* **DIRECTIONS FOR THIS TASK**
Gather all lines in the entries below that include the word "const".

Collected data entries
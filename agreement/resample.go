package agreement

import (
	"cmp"
	"errors"
	"math"
	"math/rand/v2"
	"slices"

	"samecall/agreement/interval"
)

const (
	// manyParts is where resampling stops to pay: with more parts than this
	// the linearised interval covers as well (docs/coverage.md) and costs
	// nothing.
	manyParts = 1000
	// fewestResamples is how many resamples must have a value for limits to
	// be read from them.
	fewestResamples = 100
	// hardlyAny is the chance of a resampled study without two parts outside the
	// commonest category above which there is no resampling: about seven
	// such parts in a study. Our own choice, no source.
	hardlyAny = 0.005
	// mostDrawn bounds what is kept of the resampled studies, two bytes each: a
	// hundred thousand of a study of manyParts.
	mostDrawn = 100_000 * (manyParts + 1)
	// fewestBeyond is how many resampled values should lie beyond a limit: of
	// fewer, the limit hardly goes further however high the confidence. Our own
	// choice, no source.
	fewestBeyond = 5
	// resamplingBudget bounds the additions spent on resampling one study.
	// A group of coefficients that would go beyond it, those of all pairs of
	// two hundred appraisers, say, is linearised.
	resamplingBudget = 2e9
)

var errOnePart = errors.New("only one part counts: an interval wants two or more")

// resampler draws whole parts by their place in a row of all parts, once for
// all coefficients of a study; each has the parts in a row of its own
// (canonical).
type resampler struct {
	opt         Options
	parts       int
	drawn       []uint16 // resample after resample, how many of the parts drawn stand before each place, and before the end; nil: linearise
	budget      float64
	wanted      bool      // asked for, of no more parts than are resampled
	affordable  bool      // the group of coefficients that was begun
	dear        int       // coefficients that were not resampled since they were not affordable
	additions   int       // of all groups that were begun, for each resample
	resampled   []float64 // reused
	intervals   Intervals // of the coefficients that were estimated
	done, total int       // coefficients, for Options.Progress
}

func newResampler(p patterns, opt Options, coefficients int) *resampler {
	parts := len(p.pattern)
	r := &resampler{opt: opt, parts: parts, budget: resamplingBudget, total: coefficients}
	r.wanted = opt.Resamples > 0 && parts >= 2 && parts <= manyParts
	if !r.wanted || opt.Resamples*(parts+1) > mostDrawn {
		return r
	}
	rng := rand.New(rand.NewPCG(opt.Seed, 0))
	r.drawn = make([]uint16, opt.Resamples*(parts+1))
	r.resampled = make([]float64, 0, opt.Resamples)
	for b := range opt.Resamples {
		drawn := r.of(b)
		for range parts {
			drawn[1+rng.IntN(parts)]++
		}
		for place := range parts {
			drawn[place+1] += drawn[place]
		}
	}
	return r
}

// of returns how many of the parts drawn stand before each place in one resample.
func (r *resampler) of(resample int) []uint16 {
	n := r.parts + 1
	return r.drawn[resample*n : (resample+1)*n : (resample+1)*n]
}

// estimate returns a coefficient with its interval. undefined is the reason
// why it is absent when no disagreement is to be expected.
func (r *resampler) estimate(c coefficient, z contributions, nothing, undefined error) Estimate {
	defer r.progress()
	sums := z.sums()
	if sums[compared] <= 0 {
		return absent(nothing)
	}
	value, ok := evaluate(c, sums)
	if !ok {
		return absent(undefined)
	}
	e := Estimate{Value: value}
	e.Prevailing, e.Prevalent = prevailing(c, sums, value)
	parts, disagreeing := z.disagreeing()
	if parts == 1 {
		e.Unbounded = errOnePart
		return e
	}
	e.StandardError = standardError(c, z, sums)
	b := basis{c, sums, value, e.StandardError, parts, disagreeing, nil, nil}
	switch {
	case disagreeing == 0 || lopsided(c.shares(sums), parts):
	case !r.affordable:
		r.dear++
	default:
		row := z.canonical(c)
		if values := r.resample(c, row); len(values) >= min(fewestResamples, r.opt.Resamples) {
			b.resampled, b.leftOut = values, leaveOneOut(c, row, row.sums())
		}
	}
	switch {
	case disagreeing == 0:
	case b.resampled != nil:
		r.intervals.Resampled++
	default:
		r.intervals.Linearised++
	}
	two, method, err := b.interval(r.opt.Confidence)
	each, _, errEach := b.interval(interval.EachSide(r.opt.Confidence))
	if err := cmp.Or(err, errEach); err != nil {
		return Estimate{Value: value, Unbounded: err, Prevailing: e.Prevailing, Prevalent: e.Prevalent}
	}
	e.Interval, e.OneSided, e.Method = two, each, method
	return e
}

// lopsided reports whether so few parts lie outside the commonest category that
// resampled studies often hold next to none of them: what disagreement is to
// be expected then, and with it the limits, hangs on a handful of resamples
// and on the seed. Linearised limits cover as well there (docs/coverage.md).
func lopsided(shares []float64, parts int) bool {
	if len(shares) == 0 {
		return false
	}
	n, outside := float64(parts), 1-slices.Max(shares)
	// The chance that a resampled study holds one such part at most.
	atMostOne := math.Pow(1-outside, n) + n*outside*math.Pow(1-outside, n-1)
	return atMostOne > hardlyAny
}

// basis is what the interval of a coefficient is made from.
type basis struct {
	coefficient
	sums               []float64
	value, se          float64
	parts, disagreeing int
	resampled          []float64 // nil: linearise
	leftOut            []interval.LeftOut
}

// interval returns the interval at a confidence, and its method. However many
// parts there are, it is never narrower than the share of parts that disagree
// is certain: where few do, resampling sees too little of what could have
// been.
func (b basis) interval(confidence float64) (interval.Interval, string, error) {
	const exact = "exact on the share of disagreeing parts"
	i := byShareOfParts(b, b.sums, b.disagreeing, b.parts, confidence)
	method := exact
	if b.disagreeing > 0 {
		var other interval.Interval
		var err error
		if b.resampled != nil {
			method = "BCa over parts"
			other, err = interval.BCa(b.value, b.resampled, b.leftOut, interval.Expanded(confidence, b.parts))
		} else {
			method = "linearised over parts"
			other, err = interval.Linearised(b.value, b.se, b.parts, confidence)
		}
		if err != nil {
			return interval.Interval{}, "", err
		}
		method += ", no narrower than " + exact
		i = interval.Interval{Lower: min(i.Lower, other.Lower), Upper: max(i.Upper, other.Upper)}
	}
	return interval.Interval{Lower: max(i.Lower, min(-1, b.value)), Upper: min(i.Upper, 1)}, method, nil
}

// begin begins a group of coefficients that take so many additions for each
// resample. All of the group are resampled or, beyond the budget, none: which
// of two hundred appraisers comes first must not decide how it is treated.
func (r *resampler) begin(additions int) {
	r.additions += additions
	cost := float64(additions) * float64(r.opt.Resamples)
	r.affordable = r.drawn != nil && cost <= r.budget
	if r.affordable {
		r.budget -= cost
	}
}

// most returns how many resamples of the study are within the bounds, so that
// every coefficient could be resampled. All groups have been begun.
func (r *resampler) most() int {
	return int(min(mostDrawn/float64(r.parts+1), resamplingBudget/float64(max(1, r.additions)), MaxResamples))
}

// resample returns the coefficient of each resampled study that has one, given
// the contributions of the parts in their row.
func (r *resampler) resample(c coefficient, z contributions) []float64 {
	values := r.resampled[:0]
	sums := make([]float64, z.size)
	for b := range r.opt.Resamples {
		clear(sums)
		drawn, place := r.of(b), 0
		for i, parts := range z.parts {
			before := drawn[place]
			place += parts
			if drawn[place] == before {
				continue
			}
			n := float64(drawn[place] - before)
			v := z.vectors[i*z.size : (i+1)*z.size]
			for j := range sums {
				sums[j] += n * v[j]
			}
		}
		if k, ok := evaluate(c, sums); ok {
			values = append(values, k)
		}
	}
	return values
}

func (r *resampler) progress() {
	r.done++
	if r.opt.Progress != nil {
		r.opt.Progress(r.done, r.total)
	}
}

// disagreeing returns the number of parts that count and of those on which
// something disagreed.
func (c contributions) disagreeing() (parts, disagreeing int) {
	for i, n := range c.parts {
		v := c.of(i)
		if v[compared] > 0 {
			parts += n
			if v[disagreed] > 0 {
				disagreeing += n
			}
		}
	}
	return parts, disagreeing
}

// leaveOneOut returns the coefficient with each part left out.
func leaveOneOut(c coefficient, z contributions, sums []float64) []interval.LeftOut {
	left := make([]interval.LeftOut, 0, len(z.parts))
	rest := make([]float64, z.size)
	for i, n := range z.parts {
		if !z.contributes(i) {
			continue
		}
		for j, v := range z.of(i) {
			rest[j] = sums[j] - v
		}
		if k, ok := evaluate(c, rest); ok {
			left = append(left, interval.LeftOut{Value: k, Parts: n})
		}
	}
	return left
}

// standardError returns the standard error of a coefficient linearised over
// parts: its derivative by the sums, times what each part contributes. Parts
// with a single call count where they bear on chance.
func standardError(c coefficient, z contributions, sums []float64) float64 {
	g := make([]float64, z.size)
	c.gradient(sums, g)
	influence := make([]float64, len(z.parts))
	var sum, largest, N float64
	for i, n := range z.parts {
		if !z.contributes(i) {
			continue
		}
		for j, v := range z.of(i) {
			influence[i] += g[j] * v
			largest = max(largest, math.Abs(g[j]*v))
		}
		sum += float64(n) * influence[i]
		N += float64(n)
	}
	var squares float64
	for i, n := range z.parts {
		if z.contributes(i) {
			d := influence[i] - sum/N
			squares += float64(n) * d * d
		}
	}
	// What rounding alone leaves is no variance: its root would not be small.
	if rounding := 1e-13 * largest; squares <= N*rounding*rounding {
		return 0
	}
	return math.Sqrt(squares * N / (N - 1))
}

// byShareOfParts carries the exact interval of the share of parts that
// disagree over to the coefficient, at the disagreement that was found on such
// a part and was expected by chance. The lower limit is never above that of
// parts of which none disagreed, where any part might disagree throughout: a
// single slight disagreement says little of how much others would disagree, and
// must not show more than none.
func byShareOfParts(c coefficient, sums []float64, disagreeing, parts int, confidence float64) interval.Interval {
	observed, expected, _ := c.disagreements(sums)
	none := interval.ClopperPearson(0, parts, confidence)
	i := interval.Interval{Lower: 1 - none.Upper/expected, Upper: 1}
	if disagreeing > 0 {
		share := interval.ClopperPearson(disagreeing, parts, confidence)
		severity := observed * float64(parts) / float64(disagreeing) / expected
		i = interval.Interval{Lower: min(i.Lower, 1-share.Upper*severity), Upper: 1 - share.Lower*severity}
	}
	return i
}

* **RESULT OF THIS TASK**
const (
	const exact = "exact on the share of disagreeing parts"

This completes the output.